On 21 November 2006 (Tue) 01:15, Matt Mackall wrote:
> On Mon, Nov 20, 2006 at 04:34:20PM -0200, Alexis S. L. Carvalho wrote:
> > Thus spake Alexis S. L. Carvalho:
> > > Thus spake Andrey:
> > > > I should better have written something like 'encode all output in
> > > > stdio encoding, if not already encoded' in commit message. :) That
> > > > ui.ui.encode() function leaves all non-Unicode strings untouched, so
> > > > hg cat works as expected.
> > >
> > > It prints a traceback with hg log --patch with a revision that changes
> > > the encoding of a file.
> >
> > Hmm...  ok, it doesn't even get to ui.write - the current log code puts
> > all strings in a list and does a ui.write("".join(strings)).  This
> > patchset changes some of these strings from str's to unicode's, and so
> > the "".join() raises an exception when it fails to convert the patch to
> > a unicode.
>
> This is a great example of why having a mix of Unicode and regular
> strings in an app travelling the same paths is generally Not A Good
> Idea.
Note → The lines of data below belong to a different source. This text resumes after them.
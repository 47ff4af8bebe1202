/**
 * The fit report: one self-contained page beside the fitted scenario, showing the records
 * against the model — the histogram of each record's window mean beside the model's
 * distribution of it, and the measured noise spectrum with the fitted components and what is
 * left (measured ÷ fitted) — the table of estimates with their uncertainties, how each part
 * was decided, and the scenario text. Plots are vega-lite specs rendered to inline SVG
 * (svg.ts); nothing is loaded from anywhere.
 */
import { extent, histogramCounts } from '../../analysis/plot-data.ts';
import { mixtureDensity } from '../../analysis/value-density.ts';
import type { Estimate } from '../../fit/estimate.ts';
import type { FittedReadout } from '../../fit/fitted-readout.ts';
import { componentDensities } from '../../fit/spectrum-model.ts';
import { expectedDensity } from '../../fit/noise-model.ts';
import type { TwinDocument } from '../scenario-yaml.ts';
import { displayUnit, short, showValue, withUnit } from './display.ts';
import { renderDocumentPage, type Figure, type SectionView, type TableView } from './page.ts';
import { histogramSpec, spectrumSpec } from './plots.ts';
import { renderPlot, type PlotSpec } from './svg.ts';
import { stateColour } from './theme.ts';

const HISTOGRAM_BINS = 80;

function histogramFigure(f: FittedReadout, unit: string): PlotSpec | null {
  const v = f.view;
  const [lo0, hi0] = extent(v.groups.map((g) => g.values));
  if (!(hi0 > lo0)) return null;
  const pad = 0.04 * (hi0 - lo0), lo = lo0 - pad, hi = hi0 + pad, width = (hi - lo) / HISTOGRAM_BINS;
  const d = displayUnit(unit, Math.max(Math.abs(lo), Math.abs(hi)));
  const xs = Float64Array.from({ length: 4 * HISTOGRAM_BINS + 1 }, (_, i) => lo + (i * (hi - lo)) / (4 * HISTOGRAM_BINS));
  let yMax = 1;
  const states = v.groups.map((g, i) => {
    const counts = histogramCounts(g.values, lo, hi, HISTOGRAM_BINS);
    counts.forEach((c) => { yMax = Math.max(yMax, c); });
    const density = mixtureDensity(g.mixture, v.sigma, xs, new Float64Array(xs.length));
    return {
      name: g.name, colour: stateColour(i),
      bars: Array.from(counts, (count, b) => ({ x0: (lo + b * width) * d.factor, x1: (lo + (b + 1) * width) * d.factor, count })),
      curve: Array.from(xs, (x, j) => ({ x: x * d.factor, expected: g.values.length * width * density[j]! })),
    };
  });
  const midpoint = 0.5 * (v.levels[0] + v.levels[1]);
  return histogramSpec({
    xTitle: withUnit('window mean along the separation', d), states, threshold: midpoint * d.factor,
    binWidth: showValue(width, unit), thresholdText: `${showValue(midpoint, unit)} (midpoint)`,
    domain: [lo * d.factor, hi * d.factor], yMax: yMax * 3, groupTitle: 'records',
  });
}

function spectrumFigures(f: FittedReadout, unit: string): { spectrum: PlotSpec; residual: PlotSpec } {
  const fit = f.noise.fit, p = fit.chosen.parameters;
  const s = fit.spectrum;
  let top = 0;
  for (let k = 2; k < s.density.length; k++) top = Math.max(top, Math.sqrt(s.density[k]!));
  const d = displayUnit(unit ? `${unit}/rtHz` : '', top);
  const amplitude = (psd: number) => Math.sqrt(psd) * d.factor;
  const components: { name: string; f: number; psd: number }[] = [];
  const residual: { name: string; f: number; psd: number }[] = [];
  for (let k = 2; k < s.density.length - 1; k++) {
    const freq = s.frequencies[k]!;
    components.push({ name: 'measured', f: freq, psd: amplitude(s.density[k]!) });
    const expected = expectedDensity(fit.chosen, s, fit.frame, k);
    components.push({ name: 'fitted, as the window sees it', f: freq, psd: amplitude(expected) });
    const [w, a, b] = componentDensities(p, fit.frame, freq);
    components.push({ name: 'white', f: freq, psd: amplitude(w) });
    if (p.flicker) components.push({ name: '1/f', f: freq, psd: amplitude(a) });
    if (p.lorentzian) components.push({ name: 'correlated (Lorentzian)', f: freq, psd: amplitude(b) });
    if (fit.mask[k]) residual.push({ name: 'measured ÷ fitted (bins used in the fit)', f: freq, psd: s.density[k]! / expected });
  }
  const where = f.noise.domain === 'pair' ? 'along the separation of the I/Q pairs' : 'of the records';
  return {
    spectrum: spectrumSpec({ yTitle: withUnit(`amplitude density ${where}, log scale`, d), components }),
    residual: spectrumSpec({ yTitle: 'measured ÷ fitted (log scale)', components: residual }),
  };
}

const pm = (e: Estimate, unit: string) => (Number.isFinite(e.standardError) && e.standardError > 0 ? `± ${showValue(e.standardError, unit)}` : '—');

function estimatesTable(f: FittedReadout, unit: string): TableView {
  const rows: string[][] = [];
  const density = unit ? `${unit}/rtHz` : '';
  for (const s of f.states) {
    rows.push([`level of ${s.name} (outcome ${s.outcome}), real part`, showValue(s.re.value, unit), pm(s.re, unit), 'posterior-weighted mean of the bins away from jumps']);
    if (f.carrier.shape !== 'none') rows.push([`level of ${s.name}, imaginary part`, showValue(s.im.value, unit), pm(s.im, unit), 'the same, turned so that the separation is real']);
    rows.push([`prepared share of ${s.name}`, short(s.share.value), `± ${short(s.share.standardError, 2)}`, f.preparation ? 'the labels' : 'the model\'s start probabilities']);
  }
  if (f.carrier.shape !== 'none') {
    rows.push(['carrier frequency', showValue(f.carrier.frequency.value, 'Hz'), pm(f.carrier.frequency, 'Hz'), f.carrier.origin === 'found' ? 'strongest line, least squares' : f.carrier.origin]);
    rows.push(['carrier phase', showValue(f.carrier.phase.value, 'rad'), pm(f.carrier.phase, 'rad'), 'the separation of the levels']);
  }
  for (const t of f.transitions) {
    rows.push([`${t.kind}: ${f.states[t.from]!.name} → ${f.states[t.to]!.name}`, t.kept ? showValue(t.lifetime.value, 's') : 'none',
      t.kept ? pm(t.lifetime, 's') : '—', `likelihood ratio ${short(t.deviance, 3)} (kept above 10.83)`]);
  }
  for (const p of f.preparation ?? []) {
    rows.push([`preparation error of ${f.states[p.state]!.name} (labelled ${p.labelName})`, short(p.probability, 3), `95 % [${short(p.low, 2)}, ${short(p.high, 2)}]`, `${p.startedElsewhere} of ${p.records} started at the other level`]);
  }
  const n = f.noise;
  rows.push(['white noise density', showValue(n.white.value, density), pm(n.white, density), 'Whittle fit of the Welch spectrum']);
  rows.push([`1/f density at ${showValue(n.flicker.at, 'Hz')}`, n.flicker.test.kept ? showValue(n.flicker.density.value, density) : 'none', n.flicker.test.kept ? pm(n.flicker.density, density) : '—',
    `likelihood ratio ${short(n.flicker.test.deviance, 3)}, share ${short(100 * n.flicker.test.share, 2)} %`]);
  if (n.flicker.test.kept) rows.push(['1/f exponent', short(n.flicker.exponent.value), `± ${short(n.flicker.exponent.standardError, 2)}`, '']);
  rows.push(['correlated noise density', n.correlated.test.kept ? showValue(n.correlated.density.value, density) : 'none', n.correlated.test.kept ? pm(n.correlated.density, density) : '—',
    `likelihood ratio ${short(n.correlated.test.deviance, 3)}, share ${short(100 * n.correlated.test.share, 2)} %`]);
  if (n.correlated.test.kept) rows.push(['correlation time', showValue(n.correlated.correlationTime.value, 's'), pm(n.correlated.correlationTime, 's'), '']);
  return { header: ['quantity', 'how', 'estimate', 'uncertainty'], rows: rows.map(([q, v, u, h]) => [q!, h!, v!, u!]), textColumns: 2 };
}

/** The report page of a fit (see the file comment), and what the plotting library said while drawing it (a clean page: nothing). */
export async function fitReportHtml(doc: TwinDocument, yaml: string): Promise<{ html: string; warnings: string[] }> {
  const f = doc.fitted, unit = doc.unit;
  const warnings: string[] = [];
  const rendered = async (spec: PlotSpec, id: string) => {
    const plot = await renderPlot(spec, id);
    warnings.push(...plot.warnings);
    return plot.svg;
  };
  const histogram = histogramFigure(f, unit);
  const spectra = spectrumFigures(f, unit);
  const figures: Figure[] = [];
  if (histogram) {
    figures.push({
      title: 'Window means: the records against the model', svg: await rendered(histogram, 'h'),
      caption: `Bars: each record's mean over the window (${showValue(f.window.start, 's')} + ${showValue(f.window.length, 's')}), along the separation. Curves: what the fitted model predicts — levels, relaxation in the window, preparation errors, prepared shares — with σ = ${showValue(f.view.sigma, unit)} from the fitted noise spectrum. The dashed line is the midpoint of the levels.`,
    });
  }
  const fit = f.noise.fit;
  const sections: SectionView[] = [
    { id: 'estimates', title: 'What the records say', intro: [], figures: [], tables: [{ caption: '± one standard error (bootstrap over groups of records) or a 95 % Wilson interval', table: estimatesTable(f, unit) }] },
    { id: 'window', title: 'Window means', intro: [], figures, tables: [], ...(histogram ? {} : { note: 'The window means do not spread: nothing to draw.' }) },
    {
      id: 'spectrum', title: 'Noise spectrum', intro: [
        `Welch's method over ${short(fit.segments, 6)} segments of ${fit.segmentLength} samples, from the stretches of records inside the window that stay at one level, with that level taken away${f.noise.domain === 'pair' ? ', projected on the separation of the I/Q pairs' : ''}. Fitted by maximum likelihood on the periodogram (Whittle), the model seen through the window.`,
        fit.lines.length ? `Left out as lines: ${fit.lines.map((x) => showValue(x, 'Hz')).join(', ')}.` : 'No line was left out.',
      ],
      figures: [
        { title: 'Measured spectrum and the fitted components', svg: await rendered(spectra.spectrum, 's'), caption: 'Amplitude density √S. A component the records do not support is not drawn.' },
        { title: 'What is left', svg: await rendered(spectra.residual, 'r'), caption: 'Measured ÷ fitted in each bin used: scattered about 1 by ±1/√ν when the model holds.' },
      ],
      tables: [],
    },
    {
      id: 'how', title: 'How it was fitted', figures: [], tables: [], intro: [
        `Each record's envelope in ${f.details.bins} bins of ${f.details.binSamples} samples; a two-level hidden-Markov model learned by Baum–Welch (${f.details.iterations} iterations), two levels beating one by a likelihood ratio of ${short(f.details.levelDeviance, 3)}.`,
        'A rate is kept when the model without it loses more than 10.83 in likelihood ratio (χ² with one degree of freedom at 99.9 %); a noise component when dropping it loses more than 13.82 (two degrees of freedom) and it makes up at least 10 % of the spectrum somewhere in the band.',
        `Uncertainties: a bootstrap over ${f.details.groups} groups of consecutive records, ${f.details.resamples} resamples, seed ${f.details.seed}.`,
      ],
    },
  ];
  const facts: [string, string][] = [
    ['records', `${f.used} of ${f.rows}`], ['samples', `${f.samples}${f.complex ? ' I/Q pairs' : ''}`], ['sample rate', showValue(f.sampleRate, 'Hz')],
    ['carrier', f.carrier.shape === 'none' ? 'none' : `${f.carrier.shape}, ${showValue(f.carrier.frequency.value, 'Hz')}`], ['file dated', doc.fileDate ?? 'unknown'],
  ];
  const html = renderDocumentPage({
    kicker: 'singleshot · a twin fitted to recorded traces', name: `Fit of ${doc.records}`,
    description: doc.labels ? `With the labels ${doc.labels}.` : 'Without labels.', facts, sections,
    footerNote: 'The fitted scenario, as written beside this page:', footerText: yaml,
  });
  return { html, warnings };
}
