/**
 * Writes test/fixtures/golden-hashes.json: the hashes of every file the pinned runs write
 * (test/support/golden-runs.ts). Run it only when a change is meant to change numbers:
 *   node bin/run-ts.js test/support/make-golden-hashes.ts
 */
import { writeFileSync } from 'node:fs';
import { main } from '../../src/cli/main.ts';
import { goldenRuns, runGolden } from './golden-runs.ts';

/** The command line with its terminal output dropped (only the exit code and stderr matter here). */
async function cli(args: string[]): Promise<{ code: number; stderr: string }> {
  let stderr = '';
  const out = process.stdout.write.bind(process.stdout), err = process.stderr.write.bind(process.stderr);
  process.stdout.write = (() => true) as typeof process.stdout.write;
  process.stderr.write = ((s: string | Uint8Array) => { stderr += String(s); return true; }) as typeof process.stderr.write;
  try {
    return { code: await main(['node', 'singleshot', ...args]), stderr };
  } finally {
    process.stdout.write = out;
    process.stderr.write = err;
  }
}

const hashes: Record<string, Record<string, string>> = {};
for (const run of goldenRuns()) {
  const t0 = Date.now();
  hashes[run.id] = await runGolden(run, cli);
  console.log(`${run.id}: ${Object.keys(hashes[run.id]!).length} files, ${((Date.now() - t0) / 1000).toFixed(1)} s`);
}
writeFileSync('test/fixtures/golden-hashes.json', JSON.stringify(hashes, null, 1) + '\n');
Especially as one of our primary concerns as an SCM is to pass
> all data through the system unmangled.
>
> Regular strings never throw exceptions. Functions that were written to
> work on regular strings will explode in unexpected places when passed
> unicode strings. That's bad. And retrofitting code to accept both is
> complicated.
>
> Especially given that we generally _don't_ know the encoding of the
> data we're manipulating. As far as I know, Unicode doesn't have an
> encoding that says "I don't know what this is, it might be binary for
> all I know, don't complain, and when you encode it back to 8-bit, it
> must be exactly identical."
>
> Going the other way, manipulations on regular encoded strings will
> generally work. Operations that fail are things like upper(), lower(),
> grep with mismatched encodings, and truncation that happens to chop
> inside a character. And their failure modes are relatively harmless.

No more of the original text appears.